When Resy's Ben Leventhal, who has been involved in at least five food-related start-ups, speaks about entrepreneurship, I am all ears. Here are just a couple of the pearls of wisdom that came out of our in-depth conversation:

"What I do try to say to people that haven't been through a couple of cycles is you got to understand how hard this is about to be. People say, 'Oh, I want to start a company. I want to do that. I want to go out on my own.' I say, 'That's great, but it's really fucking hard.'"

"It's gruesome. Every day of a startup is gruesome. If it's not gruesome, something is wrong. Something is off...Every day is a battle."

And here's Ben on putting together a team: "Well, look, I mean, you got to understand that you have to have the long view. You're building something from scratch. The people that you're lucky enough to have working with you, the people that take a risk with you, the first ten employees, they're taking almost as big a risk as you are, and in some cases, they're taking a bigger risk because they got to trust [you]...That's really important, and you have to make sure that those people feel almost minute to minute like they made the right choice."

Ben talks about how he's applied these hard-earned lessons to Resy, a two year-old start-up that so far seems to have successfully taken on OpenTable, the granddaddy of online reservation systems. How exactly did he and his partners do that? You're just going to have to listen to find out.

Jan 4, 2018

The members list of the non-existent Digital Food Entrepreneur's Club would be quite small, but it would have to include Ben Leventhal, who is both this and next week's guest on Special Sauce. Ben cofounded Eater in 2005 and is now one of the cofounders of Resy, the popular restaurant reservations app. On this week's episode, he and I reminisce about the good and bad and definitely crazy old days of both Eater and Serious Eats. And even though we really weren't direct competitors then (or even now), it was fun to talk about the battle scars we both suffered in the early days of what was called the Web 2.0 era.

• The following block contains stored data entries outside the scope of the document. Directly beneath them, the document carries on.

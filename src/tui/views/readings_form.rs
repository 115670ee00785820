//! The viscometer-set form: its fields, where the focus is, how it moves, and turning the
//! typed text into a checked set.

use crate::instrument::{Geometry, STANDARD_SPEEDS_RPM};
use crate::journal::DialRow;
use crate::tui::strings::readings as s;
use crate::tui::widgets::field::{Checked, Field, FieldKind};
use crate::units::Dimension;

/// Most reading rows a set holds (fits the form at 80×24).
pub const MAX_ROWS: usize = 10;
const NOTES_MAX_CHARS: usize = 300;
/// rad/s per rpm (definition of the revolution per minute).
pub(super) const RAD_S_PER_RPM: f64 = std::f64::consts::PI / 30.0;

/// One reading row: rotor speed and dial value.
#[derive(Debug, Clone, PartialEq)]
pub struct Row {
    pub speed: Field,
    pub dial: Field,
}

impl Row {
    fn new(speed: &str) -> Row {
        Row {
            speed: Field::with_text(FieldKind::Positive(Dimension::Speed), speed),
            dial: Field::new(FieldKind::Quantity(Dimension::Dimensionless)),
        }
    }
}

/// Which part of the form has the focus.
#[derive(Debug, Clone, Copy, PartialEq, Eq)]
pub enum Focus {
    Viscometer,
    Temperature,
    Speed(usize),
    Dial(usize),
    Notes,
    /// The "Save set" line: Enter on it journals the set.
    Save,
}

impl Focus {
    /// Where the focus is, in words for the status line.
    pub fn describe(self) -> String {
        match self {
            Focus::Viscometer => s::VISCOMETER.to_string(),
            Focus::Temperature => s::TEMPERATURE.to_string(),
            Focus::Speed(i) => format!("{} {} {}", s::ROW, i + 1, s::SPEED.to_lowercase()),
            Focus::Dial(i) => format!("{} {} {}", s::ROW, i + 1, s::DIAL.to_lowercase()),
            Focus::Notes => s::NOTES.to_string(),
            Focus::Save => s::SAVE_LINE.to_string(),
        }
    }
}

/// A set that passed every check, ready for the journal.
#[derive(Debug, Clone, PartialEq)]
pub struct CheckedSet {
    pub rows: Vec<DialRow>,
    pub temperature: Option<(String, f64)>,
    pub notes: Option<String>,
}

/// Why a set cannot be saved, and which field to go to.
#[derive(Debug, Clone, PartialEq)]
pub struct Refusal {
    pub focus: Focus,
    pub message: String,
}

#[derive(Debug, Clone, PartialEq)]
pub struct Form {
    pub viscometer: usize,
    pub temperature: Field,
    pub rows: Vec<Row>,
    pub notes: Field,
    pub focus: Focus,
    /// The instrument reads at fixed speeds (the standard six-speed): Tab goes dial to dial.
    pub fixed_speeds: bool,
    /// The focused field was entered by Tab or an arrow: its text is selected and the next
    /// printable key replaces it.
    pub replace_next: bool,
}

/// The speeds a geometry is usually read at, as typed text.
fn usual_speeds(geometry: Option<&Geometry>) -> Vec<String> {
    match geometry {
        Some(Geometry::StandardSixSpeed) => {
            STANDARD_SPEEDS_RPM.iter().map(|r| r.to_string()).collect()
        }
        _ => vec![String::new(); 6],
    }
}

impl Form {
    pub fn new(viscometer: usize, geometry: Option<&Geometry>) -> Form {
        Form {
            viscometer,
            temperature: Field::new(FieldKind::Quantity(Dimension::Temperature)),
            rows: usual_speeds(geometry)
                .iter()
                .map(|sp| Row::new(sp))
                .collect(),
            notes: Field::new(FieldKind::Text(NOTES_MAX_CHARS)),
            focus: Focus::Dial(0),
            fixed_speeds: matches!(geometry, Some(Geometry::StandardSixSpeed)),
            replace_next: false,
        }
    }

    /// A fresh form for the next set: same viscometer, usual speeds, nothing else.
    pub fn reset(&mut self, geometry: Option<&Geometry>) {
        *self = Form::new(self.viscometer, geometry);
    }

    /// Switch viscometer. Typed dials are always kept, and so are the speeds once a dial is
    /// typed (they were read together); otherwise speeds still at the old instrument's usual
    /// values take the new one's (cleared where it has none). True when the speeds changed,
    /// for the status line.
    pub fn set_viscometer(
        &mut self,
        index: usize,
        old: Option<&Geometry>,
        new: Option<&Geometry>,
    ) -> bool {
        self.viscometer = index;
        self.fixed_speeds = matches!(new, Some(Geometry::StandardSixSpeed));
        let typed: Vec<&str> = self.rows.iter().map(|r| r.speed.text()).collect();
        let usual_old: Vec<String> = usual_speeds(old);
        let same =
            typed.len() == usual_old.len() && typed.iter().zip(&usual_old).all(|(a, b)| a == b);
        let new_speeds = usual_speeds(new);
        if !same || new_speeds == usual_old || self.dials_typed() > 0 {
            return false;
        }
        for (row, speed) in self.rows.iter_mut().zip(new_speeds) {
            row.speed.set_text(&speed);
        }
        true
    }

    /// How many rows have a dial typed.
    pub fn dials_typed(&self) -> usize {
        self.rows.iter().filter(|r| !r.dial.is_empty()).count()
    }

    pub fn field_mut(&mut self, focus: Focus) -> Option<&mut Field> {
        match focus {
            Focus::Viscometer | Focus::Save => None,
            Focus::Temperature => Some(&mut self.temperature),
            Focus::Speed(i) => self.rows.get_mut(i).map(|r| &mut r.speed),
            Focus::Dial(i) => self.rows.get_mut(i).map(|r| &mut r.dial),
            Focus::Notes => Some(&mut self.notes),
        }
    }

    pub fn field(&self, focus: Focus) -> Option<&Field> {
        match focus {
            Focus::Viscometer | Focus::Save => None,
            Focus::Temperature => Some(&self.temperature),
            Focus::Speed(i) => self.rows.get(i).map(|r| &r.speed),
            Focus::Dial(i) => self.rows.get(i).map(|r| &r.dial),
            Focus::Notes => Some(&self.notes),
        }
    }

    /// Every focus stop in Tab order. On a fixed-speed instrument the speeds are left out,
    /// so Tab goes from dial to dial and never into a speed.
    fn order(&self) -> Vec<Focus> {
        let mut v = vec![Focus::Viscometer, Focus::Temperature];
        for i in 0..self.rows.len() {
            if !self.fixed_speeds {
                v.push(Focus::Speed(i));
            }
            v.push(Focus::Dial(i));
        }
        v.extend([Focus::Notes, Focus::Save]);
        v
    }

    /// The focus's place in Tab order (a speed reached by column keys counts as its dial).
    fn place(&self, order: &[Focus]) -> usize {
        let at = match self.focus {
            Focus::Speed(i) if self.fixed_speeds => Focus::Dial(i),
            other => other,
        };
        order.iter().position(|f| *f == at).unwrap_or(0)
    }

    /// Tab: from a dial to the next row's dial (to its speed only on an instrument without
    /// fixed speeds whose next speed is still empty), so Tab never lands in a speed that
    /// already holds a value.
    pub fn next(&mut self) {
        let rows = self.rows.len();
        if let Focus::Dial(i) | Focus::Speed(i) = self.focus {
            let from_speed = matches!(self.focus, Focus::Speed(_));
            self.focus = match (from_speed, i + 1 < rows) {
                (true, _) => Focus::Dial(i),
                (false, true) if self.fixed_speeds || !self.rows[i + 1].speed.is_empty() => {
                    Focus::Dial(i + 1)
                }
                (false, true) => Focus::Speed(i + 1),
                (false, false) => Focus::Notes,
            };
            return;
        }
        let order = self.order();
        let at = self.place(&order);
        self.focus = order[(at + 1).min(order.len() - 1)];
    }

    pub fn prev(&mut self) {
        let order = self.order();
        let at = self.place(&order);
        self.focus = order[at.saturating_sub(1)];
    }

    /// To the speed (`true`) or dial column of the same row; elsewhere nothing moves.
    pub fn go_to_column(&mut self, speed: bool) {
        self.focus = match (self.focus, speed) {
            (Focus::Dial(i), true) => Focus::Speed(i),
            (Focus::Speed(i), false) => Focus::Dial(i),
            (other, _) => other,
        };
    }

    /// Down a line, keeping the column inside the table.
    pub fn down(&mut self) {
        let last = self.rows.len().saturating_sub(1);
        self.focus = match self.focus {
            Focus::Viscometer => Focus::Temperature,
            Focus::Temperature => Focus::Dial(0),
            Focus::Speed(i) if i < last => Focus::Speed(i + 1),
            Focus::Dial(i) if i < last => Focus::Dial(i + 1),
            Focus::Speed(_) | Focus::Dial(_) => Focus::Notes,
            Focus::Notes | Focus::Save => Focus::Save,
        };
    }

    pub fn up(&mut self) {
        let last = self.rows.len().saturating_sub(1);
        self.focus = match self.focus {
            Focus::Viscometer | Focus::Temperature => Focus::Viscometer,
            Focus::Speed(0) | Focus::Dial(0) => Focus::Temperature,
            Focus::Speed(i) => Focus::Speed(i - 1),
            Focus::Dial(i) => Focus::Dial(i - 1),
            Focus::Notes => Focus::Dial(last),
            Focus::Save => Focus::Notes,
        };
    }

    pub fn add_row(&mut self) -> Result<(), &'static str> {
        if self.rows.len() >= MAX_ROWS {
            return Err(s::MAX_ROWS);
        }
        let at = match self.focus {
            Focus::Speed(i) | Focus::Dial(i) => i + 1,
            _ => self.rows.len(),
        };
        self.rows.insert(at, Row::new(""));
        self.focus = Focus::Speed(at);
        Ok(())
    }

    pub fn remove_row(&mut self) -> Result<(), &'static str> {
        let (Focus::Speed(i) | Focus::Dial(i)) = self.focus else {
            return Ok(());
        };
        if self.rows.len() <= 1 {
            return Err(s::MIN_ROWS);
        }
        self.rows.remove(i);
        let i = i.min(self.rows.len() - 1);
        self.focus = match self.focus {
            Focus::Speed(_) => Focus::Speed(i),
            _ => Focus::Dial(i),
        };
        Ok(())
    }

    /// Anything typed that a quit would lose (the prefilled speeds do not count).
    pub fn has_input(&self) -> bool {
        !self.temperature.is_empty()
            || !self.notes.is_empty()
            || self.rows.iter().any(|r| !r.dial.is_empty())
    }

    /// Check the whole form; the first problem found is reported with where it is.
    pub fn check(&self) -> Result<CheckedSet, Refusal> {
        let refuse = |focus, message: String| Refusal { focus, message };
        let temperature = match self.temperature.checked() {
            Checked::Value(k) => Some((self.temperature.text().trim().to_string(), *k)),
            Checked::Invalid(m) => {
                return Err(refuse(
                    Focus::Temperature,
                    format!("{}: {m}", s::TEMPERATURE),
                ));
            }
            _ => None,
        };
        let mut rows = Vec::new();
        for (i, row) in self.rows.iter().enumerate() {
            if let Some(r) = check_row(i, row)? {
                rows.push(r);
            }
        }
        if rows.is_empty() {
            return Err(refuse(Focus::Dial(0), s::NEED_READING.to_string()));
        }
        let notes = (!self.notes.is_empty()).then(|| self.notes.text().trim().to_string());
        Ok(CheckedSet {
            rows,
            temperature,
            notes,
        })
    }
}

/// One row: `None` when it has no dial reading (an unused speed).
fn check_row(i: usize, row: &Row) -> Result<Option<DialRow>, Refusal> {
    let at = |focus, what: &str, msg: &str| Refusal {
        focus,
        message: format!("{} {} {what}: {msg}", s::ROW, i + 1),
    };
    let dial = match row.dial.checked() {
        Checked::Empty | Checked::Text => return Ok(None),
        Checked::Invalid(m) => return Err(at(Focus::Dial(i), s::DIAL, m)),
        Checked::Value(d) if *d < 0.0 => return Err(at(Focus::Dial(i), s::DIAL, s::NEGATIVE_DIAL)),
        Checked::Value(d) => *d,
    };
    let rad_s = match row.speed.checked() {
        Checked::Value(v) => *v,
        Checked::Invalid(m) => return Err(at(Focus::Speed(i), s::SPEED, m)),
        _ => return Err(at(Focus::Speed(i), s::SPEED, s::DIAL_NEEDS_SPEED)),
    };
    Ok(Some(DialRow {
        rpm_raw: row.speed.text().trim().to_string(),
        rpm: rad_s / RAD_S_PER_RPM,
        dial_raw: row.dial.text().trim().to_string(),
        dial,
    }))
}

I love what Ben has to say about risk: "I think risk tolerance has got to be one of the three most important things you need as an entrepreneur. I think you have to be willing to take risks. You have to have a real understanding of what you're good at and you should take risks on the basis of what you're good at, and you need enough self-awareness to know what's not going to work. And, as Ben and I discuss, you have to have a real optimistic streak. As he puts it, "You've got to have a strategy to get through those days where it looks like it's the last day."

If you love to go to restaurants (and who doesn't?) or you've ever thought about taking the entrepreneurial leap into a food-related digital business, this episode of Special Sauce is made especially for you.